Spencer listened as she described the property, a beautiful big farm on a lovely river in a valley where food and shelter and friendship was plentiful... And where they were surreptitiously guarded by men
with guns, men who were there to serve the master, the man who took them one at a time to his house for sex and liked to say they were all one big happy family.
“I think we were part of Jacob’s fantasy or delusion,” she told Rawley. “He wanted to be the grand pooh-bah, the big daddy, the king of his little kingdom, served by women, loved by his many children. He hardly ever left the farm. The men came and went pretty freely, but Jacob only left occasionally. He liked his animals, his gardens, his family. He liked to walk across the bridge to the house, sit at the head of the table with one of the children on his knee, ask us about our day, then lecture a little or talk about himself or maybe rant against the government. He wrote volumes on his beliefs, his philosophies and believed his writings would one day be legendary. There were times it seemed so lovely. Then there were times it seemed so sick and demented. One thing—once you were there, there was no leaving. And they didn’t let people inside. He used the excuse that we were a private religious order. But there wasn’t much religion going on there. Reese, the oldest of us, called it a tribe. A militant tribe.”
Rawley asked the same questions over and over again. Devon answered, and her answers were consistent. Spencer memorized her answers, as he assumed Cooper was doing.
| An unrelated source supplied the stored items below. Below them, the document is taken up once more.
#!/usr/bin/env bash
# Private MariaDB for Isopleth: data under .data/, bound to 127.0.0.1 only, never reading /etc/mysql.
#   db.sh start | stop | status | ensure-db NAME | reset-db NAME | sql [NAME]
set -euo pipefail
source "$(dirname "$0")/env.sh"

admin() { mariadb --no-defaults --socket="$DB_SOCKET" -u "$(id -un)" "$@"; }

# The pid file names a live mariadbd (not a stale file whose pid now belongs to something else).
is_running() {
  local pid
  pid="$(cat "$DB_PIDFILE" 2>/dev/null)" || return 1
  [[ "$pid" =~ ^[0-9]+$ ]] && kill -0 "$pid" 2>/dev/null && [ "$(cat "/proc/$pid/comm" 2>/dev/null)" = mariadbd ]
}

ping_db() {
  mariadb-admin --no-defaults --socket="$DB_SOCKET" -u "$(id -un)" --connect-timeout=1 ping >/dev/null 2>&1
}

init_datadir() {
  command -v mariadbd >/dev/null || die "mariadbd not found: run scripts/system-deps.sh first"
  if [ ! -d "$DB_DATADIR/mysql" ]; then
    log "initialising a private data directory in ${DB_DATADIR#$ROOT_DIR/}"
    mkdir -p "$DB_DATADIR" "$DB_RUNDIR"
    mariadb-install-db --no-defaults --datadir="$DB_DATADIR" --skip-test-db --skip-name-resolve \
      --innodb-log-file-size=16M >"$DB_RUNDIR/install.log" 2>&1 \
      || { cat "$DB_RUNDIR/install.log" >&2; die "mariadb-install-db failed"; }
  fi
  mkdir -p "$DB_RUNDIR"
}

# What mariadbd wrote during this start only: its log from where it stood before, and its own stdout/stderr
# (where it writes when it cannot open the log, e.g. in a read-only data folder).
show_start_output() { # show_start_output LOG_OFFSET CONSOLE_FILE
  local offset="$1" size=0
  [ -f "$DB_LOG" ] && size="$(stat -c %s "$DB_LOG")"
  [ "$size" -ge "$offset" ] || offset=0
  {
    echo "---- MariaDB output of this start ----"
    if [ "$size" -gt "$offset" ]; then tail -c +"$((offset + 1))" "$DB_LOG" | tail -n 40; fi
    [ -s "$2" ] && tail -n 40 "$2"
    echo "---- (full log: $DB_LOG) ----"
  } >&2
}

start() {
  mkdir -p "$DB_RUNDIR"
  # Two starts at once (npm start beside npm run dev) must not both launch a mariadbd on one data folder.
  { exec 8>>"$DB_RUNDIR/db.lock"; } 2>/dev/null || exec 8<"$DB_RUNDIR/db.lock"   # read-only folder: lock all the same
  flock -w 60 8 || die "another db.sh start on $DATA_DIR did not finish within 60 s"
  if is_running && ping_db; then log "MariaDB already running on 127.0.0.1:$DB_PORT"; ensure_user; return 0; fi
  if is_running; then die "a mariadbd (pid $(cat "$DB_PIDFILE")) runs on $DB_DATADIR but does not answer on $DB_SOCKET; stop it first (npm run db:stop)"; fi
  init_datadir
  rm -f "$DB_SOCKET"
  local offset=0 console
  [ -f "$DB_LOG" ] && offset="$(stat -c %s "$DB_LOG")"
  console="$(mktemp "${TMPDIR:-/tmp}/isopleth-mariadbd.XXXXXX")"
  log "starting MariaDB on 127.0.0.1:$DB_PORT"
  setsid mariadbd --no-defaults --user="$(id -un)" \
    --datadir="$DB_DATADIR" --socket="$DB_SOCKET" --pid-file="$DB_PIDFILE" \
    --log-error="$DB_LOG" --bind-address=127.0.0.1 --port="$DB_PORT" --skip-name-resolve \
    --character-set-server=utf8mb4 --collation-server=utf8mb4_unicode_ci --default-time-zone=+00:00 \
    --innodb-buffer-pool-size=64M --innodb-log-file-size=16M --max-connections=100 \
    </dev/null >"$console" 2>&1 8>&- &
  local pid=$! waited=0
  # Known at once (mariadbd writes the same pid later), so a stop during start-up finds the server.
  { echo "$pid" >"$DB_PIDFILE"; } 2>/dev/null || true
  until ping_db; do
    if ! kill -0 "$pid" 2>/dev/null; then
      show_start_output "$offset" "$console"
      rm -f "$console"
      die "mariadbd exited during start-up (its output is above)"
    fi
    sleep 0.1; waited=$((waited + 1))
    [ "$waited" -lt 300 ] || { show_start_output "$offset" "$console"; rm -f "$console"; die "MariaDB did not accept connections within 30 s"; }
  done
  rm -f "$console"
  ensure_user
}

ensure_user() {
  admin <<SQL
CREATE USER IF NOT EXISTS '$DB_USER'@'127.0.0.1' IDENTIFIED BY '$DB_PASSWORD';
CREATE USER IF NOT EXISTS '$DB_USER'@'localhost' IDENTIFIED BY '$DB_PASSWORD';
ALTER USER '$DB_USER'@'127.0.0.1' IDENTIFIED BY '$DB_PASSWORD';
ALTER USER '$DB_USER'@'localhost' IDENTIFIED BY '$DB_PASSWORD';
-- tests create and drop their own throwaway databases named ${DB_NAME}_test...
GRANT ALL PRIVILEGES ON \`${DB_NAME}\\_test%\`.* TO '$DB_USER'@'127.0.0.1';
GRANT ALL PRIVILEGES ON \`${DB_NAME}\\_test%\`.* TO '$DB_USER'@'localhost';
SQL
}

ensure_db() {
  local name="$1"
  [[ "$name" =~ ^[A-Za-z0-9_]+$ ]] || die "bad database name: $name"
  admin <<SQL
CREATE DATABASE IF NOT EXISTS \`$name\` CHARACTER SET utf8mb4 COLLATE utf8mb4_unicode_ci;
GRANT ALL PRIVILEGES ON \`$name\`.* TO '$DB_USER'@'127.0.0.1';
GRANT ALL PRIVILEGES ON \`$name\`.* TO '$DB_USER'@'localhost';
SQL
}

reset_db() {
  local name="$1"
  [[ "$name" =~ ^[A-Za-z0-9_]+$ ]] || die "bad database name: $name"
  admin -e "DROP DATABASE IF EXISTS \`$name\`;"
  ensure_db "$name"
}

stop() {
  if ! is_running; then log "MariaDB is not running"; return 0; fi
  local pid; pid="$(cat "$DB_PIDFILE")"
  log "stopping MariaDB (pid $pid)"
  kill -TERM "$pid"
  for _ in $(seq 1 300); do kill -0 "$pid" 2>/dev/null || { log "MariaDB stopped"; return 0; }; sleep 0.1; done
  die "MariaDB did not stop within 30 s"
}

case "${1:-}" in
  start) start ;;
  stop) stop ;;
  status) if is_running && ping_db; then echo "running on 127.0.0.1:$DB_PORT"; else echo "stopped"; exit 1; fi ;;
  ensure-db) ensure_db "${2:?database name}" ;;
  reset-db) reset_db "${2:?database name}" ;;
  sql) shift; admin "$@" ;;
  *) echo "usage: $0 start|stop|status|ensure-db NAME|reset-db NAME|sql [args]" >&2; exit 2 ;;
esac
Spencer was beginning to understand what she had been through in a way he hadn’t before, even though she’d told him about her experience. This was completely different and for the first time he was impacted by how trapped she must have felt and how much courage it must have taken for her to flee. And, to his shame, he realized how much trust she must have churned up to be able to trust someone like him.
Had he really done what he’d done? Chased her, seduced her and then rejected her because of sudden terror that he’d somehow be hurt again? He felt the fool and he wanted to stop everything right now so he could explain, beg her to understand and forgive him, to tell her he was really not that kind of wimp. If they got Mercy and got through this, he would never let her down again.